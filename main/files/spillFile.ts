import { closeSync, constants, fstatSync, openSync, read, write } from 'node:fs';
import { constants as access, access as mayUse, mkdir } from 'node:fs/promises';
import { tmpdir } from 'node:os';
import { promisify } from 'node:util';
import { fileErrorFrom } from './systemErrors.ts';
import { listUnderWay, removeAbandoned, removeQuietly, temporaryPath } from './unfinishedFile.ts';

const readBytes = promisify(read);
const writeBytes = promisify(write);
// Bounded, so that an abort is noticed soon.
const atMostBytes = 8 * 2 ** 20;

/**
 * The folder for pixels that do not fit in memory. The system's temporary folder is often held in memory itself on
 * Linux; what is large belongs in /var/tmp there (Filesystem Hierarchy Standard 3.0, 5.15). TMPDIR overrules.
 */
export async function spillFolder(): Promise<string> {
  const onDisk = '/var/tmp';
  if (process.platform !== 'linux' || process.env.TMPDIR) return tmpdir();
  return mayUse(onDisk, access.W_OK).then(
    () => onDisk,
    () => tmpdir(),
  );
}

/** Clears away the pixels that a killed run may have left. */
export async function removeAbandonedSpills(): Promise<void> {
  await removeAbandoned(await spillFolder());
}

/** A file for pixels that do not fit in memory. It goes with `discard`, or when the program is ended by a signal. */
export class SpillFile {
  #descriptor = -1;
  #busy = 0;
  #isDiscarded = false;
  readonly #offTheList: () => boolean;

  private constructor(readonly path: string) {
    // Created in the same turn as it is listed, so that nothing is left behind unlisted.
    this.#descriptor = openSync(path, constants.O_CREAT | constants.O_EXCL | constants.O_RDWR, 0o600);
    this.#offTheList = listUnderWay(this);
  }

  /**
   * An empty file.
   * @param ending an extension that the image library tells the format by
   * @throws FileError where the folder takes none
   */
  static async create(ending: '' | '.v' = ''): Promise<SpillFile> {
    const folder = await spillFolder();
    const path = `${temporaryPath(folder)}${ending}`;
    try {
      await mkdir(folder, { recursive: true });
      return new SpillFile(path);
    } catch (failure) {
      throw fileErrorFrom(path, failure);
    }
  }

  get bytes(): number {
    return fstatSync(this.#descriptor).size;
  }

  /** Writes a piece at an offset; several may be under way. */
  async write(piece: Uint8Array, at: number, signal?: AbortSignal): Promise<void> {
    await this.#move(piece, signal, (done, length) =>
      writeBytes(this.#descriptor, piece, done, length, at + done).then((result) => result.bytesWritten),
    );
  }

  /** Fills `to` from an offset. */
  async read(to: Uint8Array, at: number, signal?: AbortSignal): Promise<void> {
    await this.#move(to, signal, (done, length) =>
      readBytes(this.#descriptor, to, done, length, at + done).then((result) => result.bytesRead),
    );
  }

  async #move(
    bytes: Uint8Array,
    signal: AbortSignal | undefined,
    step: (done: number, length: number) => Promise<number>,
  ): Promise<void> {
    this.#busy += 1;
    try {
      for (let done = 0; done < bytes.length; ) {
        signal?.throwIfAborted();
        if (this.#isDiscarded) throw new DOMException('The temporary file was given up', 'AbortError');
        const moved = await step(done, Math.min(atMostBytes, bytes.length - done));
        if (moved === 0) throw new Error(`The temporary file ${this.path} is shorter than expected`);
        done += moved;
      }
    } catch (failure) {
      throw fileErrorFrom(this.path, failure);
    } finally {
      this.#busy -= 1;
      this.#closeIfDone();
    }
  }

  /** Removes the file; more than once does nothing. Synchronous, so that it works while the program ends. */
  discard(): void {
    if (!this.#offTheList()) return;
    this.#isDiscarded = true;
    // Unlinked while open, which Node's way of opening allows on Windows too.
    removeQuietly(this.path);
    this.#closeIfDone();
  }

  /** Discards it though the library, which cannot be stopped, still writes there: what it makes anew goes too. */
  discardBehind(writing: Promise<unknown>): void {
    this.discard();
    const removeAgain = () => removeQuietly(this.path);
    void writing.then(removeAgain, removeAgain);
  }

  /** The descriptor stays while the system works on it: its number might else name another file by then. */
  #closeIfDone(): void {
    if (!this.#isDiscarded || this.#busy > 0 || this.#descriptor < 0) return;
    closeSync(this.#descriptor);
    this.#descriptor = -1;
  }
}
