import { promisify } from 'node:util';
import { deflate } from 'node:zlib';
import type { CarriedParts } from './carriedParts.ts';
import { exifFields } from './exifBlock.ts';
import { Turns } from './interruption.ts';
import type { AnyPictureFile } from './photoFile.ts';
import { depthOf, samplesOf } from './pictureRows.ts';
import type { PixelFacts } from './spilledPixels.ts';
import { directoryBytes, fieldType, type TiffField, tiffHeader, tiffPixelsAt } from './tiffDirectory.ts';
import type { UnfinishedFile } from './unfinishedFile.ts';

// Written here and not by the image library: strips go to the disk as they are packed, on every core, so no
// second copy of the picture is held, an abort is noticed between strips, and the profile is embedded without
// touching a number. 24 megapixels, 16 bits, two cores: see deflateLevel.

const pack = promisify(deflate);

const { short: shortType, long: longType, rational: rationalType, undefined: undefinedType } = fieldType;

const noCompression = 1;
const deflateCompression = 8;
const horizontalPredictor = 2;
const rgbPhotometric = 2;
const separatedPhotometric = 5;
const straightAlphaSample = 2;
const perInch = 2;

const stripBytes = 256 * 1024;
const stripsInFlight = 4;
const deflateLevel = 1;

/** Writes a picture as a baseline TIFF 6.0 with deflate and horizontal differencing; 16 bits stay 16 bits. */
export async function writeTiff(
  file: UnfinishedFile,
  picture: AnyPictureFile,
  parts: CarriedParts,
  signal?: AbortSignal,
): Promise<void> {
  await file.append(tiffHeader(0));
  const strips = await writeStrips(file, picture, signal);
  // Directories start on a word boundary.
  if (file.bytesWritten % 2 === 1) await file.append(Uint8Array.of(0));
  const layout = { ...strips, bits: depthOf(picture), compression: deflateCompression };
  const fields = fieldsOf(picture, parts, layout);
  if (parts.exif) fields.push(...(await appendExif(file, parts.exif)));
  fields.sort((a, b) => a.tag - b.tag);
  const directoryAt = file.bytesWritten;
  await file.append(directoryBytes(fields, directoryAt), signal);
  await file.patch(tiffHeader(directoryAt), 0);
}

const exifDirectoryTag = 34665;
const gpsDirectoryTag = 34853;

/** Capture data and place go into directories of their own; what is left belongs into the picture's. */
async function appendExif(file: UnfinishedFile, exif: Uint8Array): Promise<TiffField[]> {
  const { main, capture, place } = exifFields(exif);
  const fields: TiffField[] = [...main];
  for (const [tag, directory] of [
    [exifDirectoryTag, capture],
    [gpsDirectoryTag, place],
  ] as const) {
    if (directory.length === 0) continue;
    fields.push({ tag, type: longType, values: [file.bytesWritten] });
    const bytes = directoryBytes(
      [...directory].sort((a, b) => a.tag - b.tag),
      file.bytesWritten,
    );
    await file.append(bytes.length % 2 === 0 ? bytes : Buffer.concat([bytes, Uint8Array.of(0)]));
  }
  return fields;
}

/** What stands before and behind the pixels of an uncompressed TIFF whose pixels begin at `tiffPixelsAt`. */
export function uncompressedTiff(facts: PixelFacts & { space?: 'RGB' | 'CMYK' }): {
  header: Uint8Array;
  tail: Uint8Array;
  tailAt: number;
} {
  const rowBytes = facts.widthPx * facts.channels * facts.bytesPerSample;
  const rows = Math.max(1, Math.floor(stripBytes / rowBytes));
  const count = Math.ceil(facts.heightPx / rows);
  const offsets = Array.from({ length: count }, (_, k) => tiffPixelsAt + k * rows * rowBytes);
  const sizes = offsets.map((_, k) => Math.min(rows, facts.heightPx - k * rows) * rowBytes);
  const end = tiffPixelsAt + facts.heightPx * rowBytes;
  const tailAt = end + (end % 2);
  const bits = facts.bytesPerSample * 8;
  const fields = fieldsOf(facts, {}, { rows, offsets, sizes, bits, compression: noCompression });
  return { header: tiffHeader(tailAt), tail: directoryBytes(fields, tailAt), tailAt };
}

interface Strips {
  rows: number;
  offsets: number[];
  sizes: number[];
}

async function writeStrips(
  file: UnfinishedFile,
  picture: AnyPictureFile,
  signal?: AbortSignal,
): Promise<Strips> {
  const { heightPx } = picture;
  const rowSamples = picture.widthPx * picture.channels;
  const rowBytes = (rowSamples * depthOf(picture)) / 8;
  const rows = Math.max(1, Math.min(heightPx, Math.floor(stripBytes / rowBytes)));
  const strips: Strips = { rows, offsets: [], sizes: [] };
  const turns = new Turns(signal);
  const packing: Promise<Uint8Array>[] = [];
  const writeOldest = async () => {
    const packed = await packing.shift()!;
    strips.offsets.push(file.bytesWritten);
    strips.sizes.push(packed.length);
    await file.append(packed, signal);
  };
  try {
    for (let top = 0; top < heightPx; top += rows) {
      const bottom = Math.min(top + rows, heightPx);
      const differences = differencesAlongRows(
        await samplesOf(picture, top, bottom, signal),
        rowSamples,
        picture.channels,
      );
      packing.push(pack(differences, { level: deflateLevel, memLevel: 9 }));
      if (packing.length >= stripsInFlight) await writeOldest();
      if (turns.due) await turns.pause();
    }
    while (packing.length > 0) await writeOldest();
  } finally {
    await Promise.allSettled(packing);
  }
  return strips;
}

/** Each sample less its left neighbour, modulo the sample's range (TIFF 6.0, section 14). */
function differencesAlongRows(
  strip: Uint8Array | Uint16Array,
  rowSamples: number,
  channels: number,
): Uint8Array {
  const differences = strip.slice();
  for (let rowStart = 0; rowStart < strip.length; rowStart += rowSamples) {
    const rowEnd = rowStart + rowSamples;
    for (let i = rowStart + channels; i < rowEnd; i++) differences[i] = strip[i] - strip[i - channels];
  }
  return new Uint8Array(differences.buffer, differences.byteOffset, differences.byteLength);
}

function fieldsOf(
  picture: { widthPx: number; heightPx: number; channels: 3 | 4; space?: 'RGB' | 'CMYK' },
  parts: CarriedParts,
  { bits, compression, ...strips }: Strips & { bits: number; compression: number },
): TiffField[] {
  const { channels } = picture;
  const fields: TiffField[] = [
    { tag: 256, type: longType, values: [picture.widthPx] },
    { tag: 257, type: longType, values: [picture.heightPx] },
    { tag: 258, type: shortType, values: Array(channels).fill(bits) },
    { tag: 259, type: shortType, values: [compression] },
    { tag: 262, type: shortType, values: [picture.space === 'CMYK' ? separatedPhotometric : rgbPhotometric] },
    { tag: 273, type: longType, values: strips.offsets },
    { tag: 274, type: shortType, values: [1] },
    { tag: 277, type: shortType, values: [channels] },
    { tag: 278, type: longType, values: [strips.rows] },
    { tag: 279, type: longType, values: strips.sizes },
    { tag: 284, type: shortType, values: [1] },
  ];
  if (compression !== noCompression)
    fields.push({ tag: 317, type: shortType, values: [horizontalPredictor] });
  if (parts.densityPpi) {
    const resolution = [Math.round(parts.densityPpi * 1000), 1000];
    fields.push({ tag: 282, type: rationalType, values: resolution });
    fields.push({ tag: 283, type: rationalType, values: resolution });
    fields.push({ tag: 296, type: shortType, values: [perInch] });
  }
  if (channels === 4 && picture.space !== 'CMYK')
    fields.push({ tag: 338, type: shortType, values: [straightAlphaSample] });
  if (parts.iccProfile) fields.push({ tag: 34675, type: undefinedType, values: parts.iccProfile });
  return fields.sort((a, b) => a.tag - b.tag);
}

================

#### WHAT IS NEEDED
Working from the data above, extract solely the lines from the one containing "exif: Uint8Array): Promise<TiffField[]>" through the one containing "const tailAt = end + (end % 2);", exactly as they appear, both included.

#### RESPONSE TO THE EXERCISE
async function appendExif(file: UnfinishedFile, exif: Uint8Array): Promise<TiffField[]> {
  const { main, capture, place } = exifFields(exif);
  const fields: TiffField[] = [...main];
  for (const [tag, directory] of [
    [exifDirectoryTag, capture],
    [gpsDirectoryTag, place],
  ] as const) {
    if (directory.length === 0) continue;
    fields.push({ tag, type: longType, values: [file.bytesWritten] });
    const bytes = directoryBytes(
      [...directory].sort((a, b) => a.tag - b.tag),
      file.bytesWritten,
    );
    await file.append(bytes.length % 2 === 0 ? bytes : Buffer.concat([bytes, Uint8Array.of(0)]));
  }
  return fields;
}

/** What stands before and behind the pixels of an uncompressed TIFF whose pixels begin at `tiffPixelsAt`. */
export function uncompressedTiff(facts: PixelFacts & { space?: 'RGB' | 'CMYK' }): {
  header: Uint8Array;
  tail: Uint8Array;
  tailAt: number;
} {
  const rowBytes = facts.widthPx * facts.channels * facts.bytesPerSample;
  const rows = Math.max(1, Math.floor(stripBytes / rowBytes));
  const count = Math.ceil(facts.heightPx / rows);
  const offsets = Array.from({ length: count }, (_, k) => tiffPixelsAt + k * rows * rowBytes);
  const sizes = offsets.map((_, k) => Math.min(rows, facts.heightPx - k * rows) * rowBytes);
  const end = tiffPixelsAt + facts.heightPx * rowBytes;
  const tailAt = end + (end % 2);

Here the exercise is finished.